Not only does it remain uncertain where particles are when they are 
behaving like waves, but it remains impossible that they should be any 
one place in particular to do what they do. Feynman's enthusiasm 
mistakes a mathematical abstraction for a substantive conclusion -- a 
precise and excellent example of the Sin of Galileo. But Feynman knows 
better than this. He knows that successful mathematics in a successful 
theory does not mean that we understand what is going on. But he gets 
carried away, and it is always a temptation to explain what is not 
understood as something that cannot and need not be understood. We see 
that in the following passage: 
I am not going to explain how the photons actually "decide" whether to 
bounce back to go through; that is not known. (Probably the question 
has no meaning.) [p.24]

Not only does it have meaning but there is even an answer:  the photons 
both bounce back and go through, just as Schrödinger's Cat is both dead 
and alive. They can do that as waves. They can't do that as particles 
(unless we use an indefinite number of particles, even in single 
particle experiments, as Feynman does). Which is the problem. What the 
photon must "decide" is where it is going to be when the wave function 
collapses. This is the crux of quantum indeterminacy, and Feynman 
simply doesn't want to deal with it. 

But it is a problem larger than quantum mechanics. It is a problem of 
the metaphysics of possibility and probability, which no physicist or 
metaphysician (or physician) has done a very good job of dealing with. 
When we have just rolled three or four "boxcars" in a row (i.e. 12 on 
the dice), how do the dice then "know" that it is time to even out the 
statistical average by avoiding boxcars for a while in the future? Of 
course, the dice can't "know" because the earlier rolls of the dice 
have no physical effect on the later ones. But we have similar 
situations with sub-atomic particles. How do atoms of Uranium "know" 
that enough other atoms have decayed to account for the statistical 
half-life of the isotope, and that they need to wait, perhaps for 
millennia, to decay? Again, it looks like they can't "know," but the 
individual events just happen to conform to the statistical average. 
The standard response of the mathematician to give up at that point (or 
say that it is a question that "has no meaning") is now troubled by the 
results of the Einstein-Podolsky-Rosen (EPR) Paradox, discussed above. 
Distant particles, whose properties have some indeterminate quantum 
correlation, "know" instantaneously what happens to the other 
particles, if this implies determinate states. This happens 
without "hidden variables," i.e. without determinate but unknown 
properties of the particles.
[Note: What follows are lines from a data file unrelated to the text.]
// New returns a Service over cfg.Store.
func New(cfg Config) *Service {
	if cfg.Version == "" {
		cfg.Version = "dev"
	}
	l := cfg.Limits.WithDefaults()
	if cfg.MemoryBudget <= 0 {
		cfg.MemoryBudget = DefaultMemoryBudget
	}
	if cfg.DatasetTTL <= 0 {
		cfg.DatasetTTL = DatasetTTL
	}
	blocks, gdalCache := BudgetShares(cfg.MemoryBudget)
	gdal.SetCacheBytes(gdalCache)
	return &Service{st: cfg.Store, version: cfg.Version, limits: l, budget: cfg.MemoryBudget, datasetTTL: cfg.DatasetTTL,
		blocks: raster.NewCache(blocks),
		files:  fileSet{m: map[string]*list.Element{}, ll: list.New()},
		models: modelCache{m: map[thermal.Params]thermal.Model{}}}
}

// MemoryBudget is the service's memory budget in bytes.
func (s *Service) MemoryBudget() int64 { return s.budget }

// CacheStats describes the decoded-block cache (for health and metrics).
func (s *Service) CacheStats() raster.CacheStats { return s.blocks.Stats() }

// Limits returns the service's limits (defaults filled in).
func (s *Service) Limits() Limits { return s.limits }

// Version is the software version the service states in provenance.
func (s *Service) Version() string { return s.version }

// ---- grid files ----

// maxOpenFiles bounds the grid files kept open for windowed reads (each holds a few GDAL handles).
const maxOpenFiles = 64

// fileSet keeps the stored grid files open for windowed reads, by content hash and path, least
// recently used first out (a closed file finishes the reads in flight).
type fileSet struct {
	mu    sync.Mutex
	m     map[string]*list.Element
	ll    *list.List
	group singleflight.Group
}

// gridFile returns the catalogued grid row opened for windowed reads.
func (s *Service) gridFile(row store.Grid) (*raster.File, error) {
	key := row.ContentHash + "|" + row.Path
	fs := &s.files
	fs.mu.Lock()
	if e, ok := fs.m[key]; ok {
		fs.ll.MoveToFront(e)
		f := e.Value.(*raster.File)
		fs.mu.Unlock()
		return f, nil
	}
	fs.mu.Unlock()
	v, err, _ := fs.group.Do(key, func() (any, error) {
		path, err := s.st.Blobs().Path(row.Path)
		if err != nil {
			return nil, err
		}
		opt := gdal.ReadOptions{}
		switch row.Registration {
		case store.CellCentre:
			opt.Registration = "cell-centre"
		case store.Node:
			opt.Registration = "node"
		}
		f, err := raster.Open(path, row.ContentHash, opt, s.blocks)
		if err != nil {
			return nil, fmt.Errorf("reading grid %s: %w", row.ID, err)
		}
		fs.mu.Lock()
		defer fs.mu.Unlock()
		if e, ok := fs.m[key]; ok { // opened meanwhile
			f.Close(false)
			return e.Value.(*raster.File), nil
		}
		fs.m[key] = fs.ll.PushFront(f)
		for fs.ll.Len() > maxOpenFiles {
			e := fs.ll.Back()
			old := e.Value.(*raster.File)
			fs.ll.Remove(e)
			for k, v := range fs.m {
				if v == e {
					delete(fs.m, k)
				}
			}
			old.Close(false)
		}
		return f, nil
	})
	if err != nil {
		return nil, err
	}
	return v.(*raster.File), nil
}

// ---- datasets ----

// Dataset is a stored dataset with its grid files opened for windowed reads (by Dataset, not by
// DatasetMeta).
type Dataset struct {
	Row   store.Dataset
	Files DatasetFiles
	// Age, Depth, Sediment and Crust are windows of the files read for one question
	// (Service.window); they are nil in the Dataset that Service.Dataset returns. Depth is the
	// observed bathymetry in the sense DepthSense.
	Age, Depth, Sediment, Crust *geo.Grid
	// AgeUncertainty is a window of the age-uncertainty grid (Ma, one standard deviation),
	// read only by the questions that use it (survey plan checks).
	AgeUncertainty *geo.Grid
	DepthSense     geo.VerticalSense
	Refs           []GridRef
	// From the catalogue rows (known without reading any grid file):
	Bounds      orb.Bound // footprint of the age grid
	HasDepth    bool
	HasSediment bool
	// AgeUncertaintyRef is the dataset's age-uncertainty grid (zero when it has none). It is
	// not in Refs: only the questions that read it (survey plan checks) name it.
	AgeUncertaintyRef GridRef
	uncRow            *store.Grid
}

// DatasetFiles are a dataset's grid files (nil where it has none).
type DatasetFiles struct {
	Age, Depth, Sediment, Crust *raster.File
	AgeUncertainty              *raster.File
}

// AgeHeader is the shape of the dataset's full-resolution age grid (no Data).
func (d *Dataset) AgeHeader() geo.Grid { return d.Files.Age.Header() }

// Available lists the parameters the dataset can answer, in the order of Parameters.
func (d *Dataset) Available() []Parameter {
	var out []Parameter
	for _, p := range Parameters {
		if d.answers(p) {
			out = append(out, p)
		}
	}
	return out
}

func (d *Dataset) answers(p Parameter) bool {
	return !(p.NeedsDepth && !d.HasDepth || p.NeedsSed && !d.HasSediment || p.NeedsAgeUncertainty() && !d.HasAgeUncertainty())
}

// HasAgeUncertainty reports whether the dataset has an age-uncertainty grid.
func (d *Dataset) HasAgeUncertainty() bool { return d.AgeUncertaintyRef.ID != "" }

// DatasetTTL is the default of Config.DatasetTTL: how long a loaded dataset (its row and grid
// rows; grid values are cached by content hash separately) is reused without asking the store
// again. Forget drops them at once; changes made by other processes show after at most this long.
const DatasetTTL = 5 * time.Second

type cachedDataset struct {
	d  *Dataset
	at time.Time
}

// Forget drops every cached dataset; call it after any write to datasets or grids.
func (s *Service) Forget() { s.datasets.Clear() }

// Dataset returns the dataset id with its grid files open (cached for Config.DatasetTTL).
func (s *Service) Dataset(ctx context.Context, id string) (*Dataset, error) {
	if v, ok := s.datasets.Load(id); ok {
		if c := v.(cachedDataset); time.Since(c.at) < s.datasetTTL {
			return c.d, nil
		}
	}
	d, rows, err := s.datasetMeta(ctx, id)
	if err != nil {
		return nil, err
	}
	for i, row := range rows {
		if err := ctx.Err(); err != nil {
			return nil, err
		}
		f, err := s.gridFile(row)
		if err != nil {
			return nil, err
		}
		switch d.Refs[i].Role {
		case PSeafloorAge:
			d.Files.Age = f
		case PObservedDepth:
			d.Files.Depth = f
		case PSedimentThickness:
			d.Files.Sediment = f
		case RoleCrust:
			d.Files.Crust = f
		}
	}
	if d.uncRow != nil {
		f, err := s.gridFile(*d.uncRow)
		if err != nil {
			return nil, err
		}
		d.Files.AgeUncertainty = f
	}
	s.datasets.Store(id, cachedDataset{d, time.Now()})
	return d, nil
}

// DatasetMeta returns the dataset id described from its catalogue rows, without reading any
// grid file (its grid fields are nil): enough to describe it as a collection.
func (s *Service) DatasetMeta(ctx context.Context, id string) (*Dataset, error) {
	d, _, err := s.datasetMeta(ctx, id)
	return d, err
}

func (s *Service) datasetMeta(ctx context.Context, id string) (*Dataset, []store.Grid, error) {
	if s.st == nil {
		return nil, nil, fault.New(fault.NotFound, "", "no dataset (collection) %q: there is no store", id)
	}
	row, err := s.st.GetDataset(ctx, id)
	if err != nil {
		if errors.Is(err, store.ErrNotFound) {
			return nil, nil, fault.New(fault.NotFound, "", "no dataset (collection) %q%w", id, quiet(err))
		}
		return nil, nil, err
	}
	if row.AgeGridID == "" {
		return nil, nil, fault.New(fault.NoData, "", "dataset %q has no age grid", id)
	}
	d := &Dataset{Row: row}
	var rows []store.Grid
	for _, sl := range []struct{ id, role string }{
		{row.AgeGridID, PSeafloorAge},
		{row.DepthGridID, PObservedDepth},
		{row.SedimentGridID, PSedimentThickness},
		{row.CrustGridID, RoleCrust},
	} {
		if sl.id == "" {
			continue
		}
		gr, err := s.st.GetGrid(ctx, sl.id)
		if err != nil {
			return nil, nil, fmt.Errorf("dataset %s: grid %s: %w", id, sl.id, err)
		}
		rows = append(rows, gr)
		d.Refs = append(d.Refs, GridRef{ID: gr.ID, Role: sl.role, SHA256: gr.ContentHash, Label: gridLabel(gr.Name, gr.Provenance, gr.Licence)})
		switch sl.role {
		case PSeafloorAge:
			d.Bounds = gr.Footprint.Bound()
		case PObservedDepth:
			d.HasDepth = true
			d.DepthSense = geo.DepthPositiveDown
			if gr.Kind == store.KindElevation || gr.VerticalSense == store.ElevationPositiveUp {
				d.DepthSense = geo.ElevationPositiveUp
			}
		case PSedimentThickness:
			d.HasSediment = true
		}
	}
	if row.AgeUncertaintyGridID != "" {
		gr, err := s.st.GetGrid(ctx, row.AgeUncertaintyGridID)
		if err != nil {
			return nil, nil, fmt.Errorf("dataset %s: grid %s: %w", id, row.AgeUncertaintyGridID, err)
		}
		d.uncRow = &gr
		d.AgeUncertaintyRef = GridRef{ID: gr.ID, Role: RoleAgeUncertainty, SHA256: gr.ContentHash, Label: gridLabel(gr.Name, gr.Provenance, gr.Licence)}
	}
	return d, rows, nil
}

// quietErr wraps a cause without adding to the message (for fault.New's trailing %w).
type quietErr struct{ err error }

func (q quietErr) Error() string { return "" }
func (q quietErr) Unwrap() error { return q.err }

func quiet(err error) error { return quietErr{err} }

// ---- models ----

// DefaultModel is the model used when a question names none.
const DefaultModel = thermal.IDGDH1

// modelCache keeps the Model built for each stored custom parameter set, so thermal.TableFor
// (keyed by parameters) is reused across questions.
type modelCache struct {
	mu sync.Mutex
	m  map[thermal.Params]thermal.Model
}

func (c *modelCache) get(p thermal.Params) (thermal.Model, error) {
	c.mu.Lock()
	defer c.mu.Unlock()
	if m, ok := c.m[p]; ok {
		return m, nil
	}
	m, err := thermal.NewModel(p)
	if err != nil {
		return nil, err
	}
	if len(c.m) > 1024 {
		clear(c.m)
	}
	c.m[p] = m
	return m, nil
}

// IsBuiltin reports whether id names a built-in model.
func IsBuiltin(id string) bool {
	for _, b := range thermal.BuiltinIDs() {
		if strings.EqualFold(b, strings.TrimSpace(id)) {
			return true
		}
	}
	return false
}

// Model resolves a built-in or stored custom model ("" is DefaultModel). An unknown id is a
// fault.UnknownModel about field "model".
func (s *Service) Model(ctx context.Context, id string) (thermal.Model, error) {
	id = strings.TrimSpace(id)
	if id == "" {
		id = DefaultModel
	}
	if IsBuiltin(id) {
		return thermal.Builtin(id)
	}
	p, err := s.CustomModel(ctx, id)
	if err != nil {
		if errors.Is(err, store.ErrNotFound) {
			return nil, fault.New(fault.UnknownModel, "model", "no model %q; built-in models are %s, or store a custom one with POST /api/models%w",
				id, strings.Join(thermal.BuiltinIDs(), ", "), quiet(err))
		}
		return nil, err
	}
	return s.models.get(p)
}

// CustomModel reads a stored custom parameter set (store.ErrNotFound when there is none).
func (s *Service) CustomModel(ctx context.Context, id string) (thermal.Params, error) {
	if s.st == nil {
		return thermal.Params{}, store.ErrNotFound
	}
	m, err := s.st.GetModel(ctx, id)
	if err != nil {
		return thermal.Params{}, err
	}
	var p thermal.Params
	if err := json.Unmarshal(m.Params, &p); err != nil {
		return p, fmt.Errorf("stored model %s: %w", id, err)
	}
	p.ID = m.ID
	return p, nil
}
What it means is that the wave function is 
a physical connection and that its collapse is instantaneous, violating 
Special Relativity. If we apply this to dice throwing, it could mean 
that the dice do "know," without any Classical physical connection, 
what has happened in the past. 

Richard Feynman, of course, has no intention, and really no interest, in 
getting into such territory. His statement that the question of how 
particles "decide" where to go probably "has no meaning" is an 
afterthought in which fragments of philosophical theory bob like 
flotsam in the flood. What it would get Feynman, as a theory, is that 
Nature is incomprehensible because it cannot be understood, i.e. there 
is no meaning for understanding to get. If true, this would certainly 
justify his phlegmatic disinterest -- "theoretical physics has given up 
on that." But Feynman really expresses it more as a wishful thought, or 
as a decision, than as a real conclusion. It is a limit that he is 
willing to accept, because what interests him is the mathematical 
technique that is productive of the predictive results. That is the 
real stuff, and the philosophical questions, the metaphysics, are less 
important -- as, in physics, they actually are less important. 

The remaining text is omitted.